╭──

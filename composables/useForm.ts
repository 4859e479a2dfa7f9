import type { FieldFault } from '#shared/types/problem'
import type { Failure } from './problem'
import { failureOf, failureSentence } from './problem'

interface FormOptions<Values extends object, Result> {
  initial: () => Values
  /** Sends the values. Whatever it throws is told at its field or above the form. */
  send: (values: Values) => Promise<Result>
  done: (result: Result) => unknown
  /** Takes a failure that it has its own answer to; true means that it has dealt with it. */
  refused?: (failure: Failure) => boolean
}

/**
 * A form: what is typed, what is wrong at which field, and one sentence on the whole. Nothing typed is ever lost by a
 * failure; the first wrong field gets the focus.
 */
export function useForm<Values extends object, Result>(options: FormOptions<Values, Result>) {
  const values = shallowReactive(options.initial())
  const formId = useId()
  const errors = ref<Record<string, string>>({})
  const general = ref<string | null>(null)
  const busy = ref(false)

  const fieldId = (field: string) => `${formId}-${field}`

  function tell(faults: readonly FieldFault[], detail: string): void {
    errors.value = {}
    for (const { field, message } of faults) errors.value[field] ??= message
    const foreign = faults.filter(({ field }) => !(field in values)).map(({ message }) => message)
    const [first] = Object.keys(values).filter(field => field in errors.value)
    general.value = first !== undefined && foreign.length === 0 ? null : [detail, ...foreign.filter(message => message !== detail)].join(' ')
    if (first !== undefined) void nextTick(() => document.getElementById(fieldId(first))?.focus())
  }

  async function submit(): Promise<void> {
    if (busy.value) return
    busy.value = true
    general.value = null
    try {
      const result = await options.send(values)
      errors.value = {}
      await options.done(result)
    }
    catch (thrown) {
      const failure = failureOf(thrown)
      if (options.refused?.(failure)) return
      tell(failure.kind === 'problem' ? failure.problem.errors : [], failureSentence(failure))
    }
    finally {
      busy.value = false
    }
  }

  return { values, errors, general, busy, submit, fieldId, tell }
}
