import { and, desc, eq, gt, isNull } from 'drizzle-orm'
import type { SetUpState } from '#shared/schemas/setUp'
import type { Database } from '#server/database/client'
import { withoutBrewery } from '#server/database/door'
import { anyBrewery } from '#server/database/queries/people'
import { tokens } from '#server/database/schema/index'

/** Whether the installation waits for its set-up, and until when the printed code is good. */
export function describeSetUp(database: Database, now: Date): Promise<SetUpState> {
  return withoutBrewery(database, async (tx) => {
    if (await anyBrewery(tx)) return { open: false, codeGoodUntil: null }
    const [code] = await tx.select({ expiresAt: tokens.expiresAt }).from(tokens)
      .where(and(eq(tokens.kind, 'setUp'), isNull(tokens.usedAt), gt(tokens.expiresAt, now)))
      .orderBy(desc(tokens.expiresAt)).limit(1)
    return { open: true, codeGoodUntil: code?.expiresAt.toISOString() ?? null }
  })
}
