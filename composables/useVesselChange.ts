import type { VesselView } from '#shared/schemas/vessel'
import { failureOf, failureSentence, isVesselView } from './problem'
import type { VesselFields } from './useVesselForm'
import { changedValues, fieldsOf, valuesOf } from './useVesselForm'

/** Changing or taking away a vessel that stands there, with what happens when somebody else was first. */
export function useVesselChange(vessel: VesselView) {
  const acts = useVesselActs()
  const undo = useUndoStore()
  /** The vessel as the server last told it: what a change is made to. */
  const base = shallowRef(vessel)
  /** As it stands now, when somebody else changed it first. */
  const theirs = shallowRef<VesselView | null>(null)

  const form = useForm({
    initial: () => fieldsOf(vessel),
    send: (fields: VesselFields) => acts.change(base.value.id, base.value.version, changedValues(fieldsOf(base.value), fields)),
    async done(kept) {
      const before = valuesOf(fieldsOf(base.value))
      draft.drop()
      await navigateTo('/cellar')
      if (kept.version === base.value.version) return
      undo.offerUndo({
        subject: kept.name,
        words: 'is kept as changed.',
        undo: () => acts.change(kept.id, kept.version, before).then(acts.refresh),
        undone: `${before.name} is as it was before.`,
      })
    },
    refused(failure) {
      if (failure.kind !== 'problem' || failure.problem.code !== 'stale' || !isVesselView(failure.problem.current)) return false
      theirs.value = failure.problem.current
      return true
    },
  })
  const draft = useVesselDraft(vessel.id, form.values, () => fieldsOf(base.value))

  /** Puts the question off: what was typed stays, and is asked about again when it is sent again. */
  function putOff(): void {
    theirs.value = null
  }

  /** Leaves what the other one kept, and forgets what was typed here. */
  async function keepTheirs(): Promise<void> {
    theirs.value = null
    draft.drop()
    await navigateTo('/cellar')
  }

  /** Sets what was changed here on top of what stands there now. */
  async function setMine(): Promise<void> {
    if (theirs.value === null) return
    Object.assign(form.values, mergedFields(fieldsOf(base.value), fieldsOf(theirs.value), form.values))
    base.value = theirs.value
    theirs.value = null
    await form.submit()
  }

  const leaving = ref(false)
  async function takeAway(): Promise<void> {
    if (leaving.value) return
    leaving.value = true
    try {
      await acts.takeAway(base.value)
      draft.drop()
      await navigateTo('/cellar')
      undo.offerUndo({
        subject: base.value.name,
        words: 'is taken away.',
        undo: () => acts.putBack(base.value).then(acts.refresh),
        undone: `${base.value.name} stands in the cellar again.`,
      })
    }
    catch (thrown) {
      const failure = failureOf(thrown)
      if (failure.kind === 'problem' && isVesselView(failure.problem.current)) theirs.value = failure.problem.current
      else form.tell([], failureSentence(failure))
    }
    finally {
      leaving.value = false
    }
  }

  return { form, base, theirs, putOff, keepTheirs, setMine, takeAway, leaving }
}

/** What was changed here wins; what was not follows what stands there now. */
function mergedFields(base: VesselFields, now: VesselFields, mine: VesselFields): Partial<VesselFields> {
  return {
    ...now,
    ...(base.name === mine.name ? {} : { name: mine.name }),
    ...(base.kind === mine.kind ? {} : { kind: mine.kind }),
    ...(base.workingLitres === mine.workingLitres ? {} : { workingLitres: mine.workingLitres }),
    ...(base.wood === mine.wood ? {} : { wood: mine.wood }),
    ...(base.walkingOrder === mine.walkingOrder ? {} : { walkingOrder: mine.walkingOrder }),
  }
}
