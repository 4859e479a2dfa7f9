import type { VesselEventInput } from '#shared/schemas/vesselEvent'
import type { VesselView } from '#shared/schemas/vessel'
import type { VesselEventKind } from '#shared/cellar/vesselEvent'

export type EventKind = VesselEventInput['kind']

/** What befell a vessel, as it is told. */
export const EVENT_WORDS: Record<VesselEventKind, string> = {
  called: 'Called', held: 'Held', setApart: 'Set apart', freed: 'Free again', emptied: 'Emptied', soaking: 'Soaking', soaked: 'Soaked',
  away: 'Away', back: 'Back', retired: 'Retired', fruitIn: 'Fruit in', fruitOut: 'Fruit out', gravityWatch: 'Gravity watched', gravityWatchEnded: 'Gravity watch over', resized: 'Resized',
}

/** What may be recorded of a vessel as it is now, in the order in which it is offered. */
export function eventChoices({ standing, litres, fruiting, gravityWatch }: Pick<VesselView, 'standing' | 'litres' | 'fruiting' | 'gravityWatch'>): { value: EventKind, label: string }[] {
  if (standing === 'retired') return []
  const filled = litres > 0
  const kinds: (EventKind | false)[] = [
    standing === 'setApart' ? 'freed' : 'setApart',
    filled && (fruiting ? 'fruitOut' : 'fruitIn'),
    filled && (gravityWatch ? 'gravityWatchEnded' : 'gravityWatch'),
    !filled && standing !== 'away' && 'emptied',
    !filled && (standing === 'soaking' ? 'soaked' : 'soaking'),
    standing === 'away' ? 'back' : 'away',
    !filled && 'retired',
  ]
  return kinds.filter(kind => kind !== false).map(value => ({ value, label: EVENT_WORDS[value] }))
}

╰──
╭──

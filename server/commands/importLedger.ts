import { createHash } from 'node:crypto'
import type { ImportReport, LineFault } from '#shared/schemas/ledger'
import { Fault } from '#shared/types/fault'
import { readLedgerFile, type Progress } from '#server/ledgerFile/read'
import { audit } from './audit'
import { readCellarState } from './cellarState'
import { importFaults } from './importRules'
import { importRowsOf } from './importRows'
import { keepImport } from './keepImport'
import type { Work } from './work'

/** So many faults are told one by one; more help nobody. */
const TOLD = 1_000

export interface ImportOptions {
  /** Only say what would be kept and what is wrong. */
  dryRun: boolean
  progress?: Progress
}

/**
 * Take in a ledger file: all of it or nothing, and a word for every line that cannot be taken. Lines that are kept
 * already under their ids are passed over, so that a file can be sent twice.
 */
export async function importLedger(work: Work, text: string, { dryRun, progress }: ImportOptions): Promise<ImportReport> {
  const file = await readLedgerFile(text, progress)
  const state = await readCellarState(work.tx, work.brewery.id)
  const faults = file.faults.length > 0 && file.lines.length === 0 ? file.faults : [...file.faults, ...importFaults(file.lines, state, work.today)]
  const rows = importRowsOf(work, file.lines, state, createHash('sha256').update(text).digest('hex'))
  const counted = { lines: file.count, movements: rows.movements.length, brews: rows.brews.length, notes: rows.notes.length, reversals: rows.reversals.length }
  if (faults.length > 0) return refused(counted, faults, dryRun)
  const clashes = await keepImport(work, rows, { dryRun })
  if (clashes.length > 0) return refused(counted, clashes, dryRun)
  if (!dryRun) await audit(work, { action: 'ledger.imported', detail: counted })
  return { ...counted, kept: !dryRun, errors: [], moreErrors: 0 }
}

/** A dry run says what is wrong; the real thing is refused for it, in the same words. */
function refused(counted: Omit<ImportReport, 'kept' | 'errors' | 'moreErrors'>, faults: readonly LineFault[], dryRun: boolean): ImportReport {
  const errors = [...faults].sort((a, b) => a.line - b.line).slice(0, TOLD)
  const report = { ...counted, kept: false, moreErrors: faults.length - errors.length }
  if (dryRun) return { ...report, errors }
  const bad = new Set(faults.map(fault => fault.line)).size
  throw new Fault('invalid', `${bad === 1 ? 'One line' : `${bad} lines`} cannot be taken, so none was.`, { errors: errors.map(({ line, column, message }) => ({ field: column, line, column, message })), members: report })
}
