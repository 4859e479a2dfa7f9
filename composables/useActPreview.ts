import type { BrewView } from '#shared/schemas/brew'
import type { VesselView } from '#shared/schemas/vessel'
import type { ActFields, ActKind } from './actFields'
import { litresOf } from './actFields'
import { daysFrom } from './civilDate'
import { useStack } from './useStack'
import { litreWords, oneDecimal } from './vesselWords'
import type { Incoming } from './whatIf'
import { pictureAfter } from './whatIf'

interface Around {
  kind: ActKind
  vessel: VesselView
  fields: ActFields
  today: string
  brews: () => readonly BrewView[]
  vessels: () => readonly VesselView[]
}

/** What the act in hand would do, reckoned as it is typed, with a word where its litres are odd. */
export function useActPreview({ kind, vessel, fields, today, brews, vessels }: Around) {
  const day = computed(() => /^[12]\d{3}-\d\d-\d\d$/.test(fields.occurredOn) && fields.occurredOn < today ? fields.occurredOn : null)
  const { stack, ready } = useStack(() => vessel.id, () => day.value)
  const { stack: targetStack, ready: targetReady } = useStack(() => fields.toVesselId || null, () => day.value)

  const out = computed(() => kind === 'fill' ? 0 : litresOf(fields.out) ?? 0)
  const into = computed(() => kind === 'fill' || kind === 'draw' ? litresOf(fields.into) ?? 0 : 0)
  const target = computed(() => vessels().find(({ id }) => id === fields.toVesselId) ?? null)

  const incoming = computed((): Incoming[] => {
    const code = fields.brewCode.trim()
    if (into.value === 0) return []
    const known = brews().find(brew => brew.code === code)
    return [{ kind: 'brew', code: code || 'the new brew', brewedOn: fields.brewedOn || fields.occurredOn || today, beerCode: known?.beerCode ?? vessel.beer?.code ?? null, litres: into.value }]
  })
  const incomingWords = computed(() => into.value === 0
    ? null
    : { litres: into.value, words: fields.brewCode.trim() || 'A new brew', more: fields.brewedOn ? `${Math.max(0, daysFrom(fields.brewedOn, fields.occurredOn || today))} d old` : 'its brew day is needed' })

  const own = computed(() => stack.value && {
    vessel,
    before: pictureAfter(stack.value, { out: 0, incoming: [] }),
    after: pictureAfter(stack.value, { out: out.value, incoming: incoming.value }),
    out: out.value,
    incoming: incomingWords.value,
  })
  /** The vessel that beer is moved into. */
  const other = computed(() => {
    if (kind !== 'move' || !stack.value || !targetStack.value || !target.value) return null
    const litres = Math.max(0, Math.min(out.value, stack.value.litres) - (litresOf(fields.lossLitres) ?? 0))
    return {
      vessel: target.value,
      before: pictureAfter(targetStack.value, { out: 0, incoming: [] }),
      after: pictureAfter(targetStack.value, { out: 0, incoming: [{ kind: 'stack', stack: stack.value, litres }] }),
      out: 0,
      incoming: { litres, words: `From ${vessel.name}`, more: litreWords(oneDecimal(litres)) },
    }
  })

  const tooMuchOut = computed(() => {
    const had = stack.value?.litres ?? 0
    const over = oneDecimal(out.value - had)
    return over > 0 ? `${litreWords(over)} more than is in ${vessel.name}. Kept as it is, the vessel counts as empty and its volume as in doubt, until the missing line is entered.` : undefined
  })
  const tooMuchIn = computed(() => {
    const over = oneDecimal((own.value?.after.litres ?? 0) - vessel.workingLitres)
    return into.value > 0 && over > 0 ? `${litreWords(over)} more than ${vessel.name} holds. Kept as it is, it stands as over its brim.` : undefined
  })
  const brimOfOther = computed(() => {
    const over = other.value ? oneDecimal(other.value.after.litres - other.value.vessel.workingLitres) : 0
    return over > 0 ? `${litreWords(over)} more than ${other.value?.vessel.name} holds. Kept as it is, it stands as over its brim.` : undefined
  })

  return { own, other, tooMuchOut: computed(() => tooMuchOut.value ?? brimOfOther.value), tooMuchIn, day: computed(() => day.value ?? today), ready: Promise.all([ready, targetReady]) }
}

╰──
╭──

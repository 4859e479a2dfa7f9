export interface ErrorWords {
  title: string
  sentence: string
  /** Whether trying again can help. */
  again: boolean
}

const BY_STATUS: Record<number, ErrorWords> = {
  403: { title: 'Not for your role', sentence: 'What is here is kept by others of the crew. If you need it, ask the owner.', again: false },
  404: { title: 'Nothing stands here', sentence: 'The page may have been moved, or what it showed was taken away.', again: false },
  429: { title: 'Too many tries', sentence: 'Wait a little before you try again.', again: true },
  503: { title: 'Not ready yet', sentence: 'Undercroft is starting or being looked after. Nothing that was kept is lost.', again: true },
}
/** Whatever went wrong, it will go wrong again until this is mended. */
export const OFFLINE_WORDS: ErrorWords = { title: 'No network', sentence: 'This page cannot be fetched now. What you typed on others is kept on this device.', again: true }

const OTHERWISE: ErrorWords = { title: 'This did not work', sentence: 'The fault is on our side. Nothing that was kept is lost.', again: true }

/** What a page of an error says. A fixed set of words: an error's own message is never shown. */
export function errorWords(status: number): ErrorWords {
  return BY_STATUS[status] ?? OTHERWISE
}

╰──

WORK TO BE COMPLETED: Out of the material above, select every line that holds the string "fruiting".

SOLUTION FOR THIS PROBLEM:
export function eventChoices({ standing, litres, fruiting, gravityWatch }: Pick<VesselView, 'standing' | 'litres' | 'fruiting' | 'gravityWatch'>): { value: EventKind, label: string }[] {
    filled && (fruiting ? 'fruitOut' : 'fruitIn'),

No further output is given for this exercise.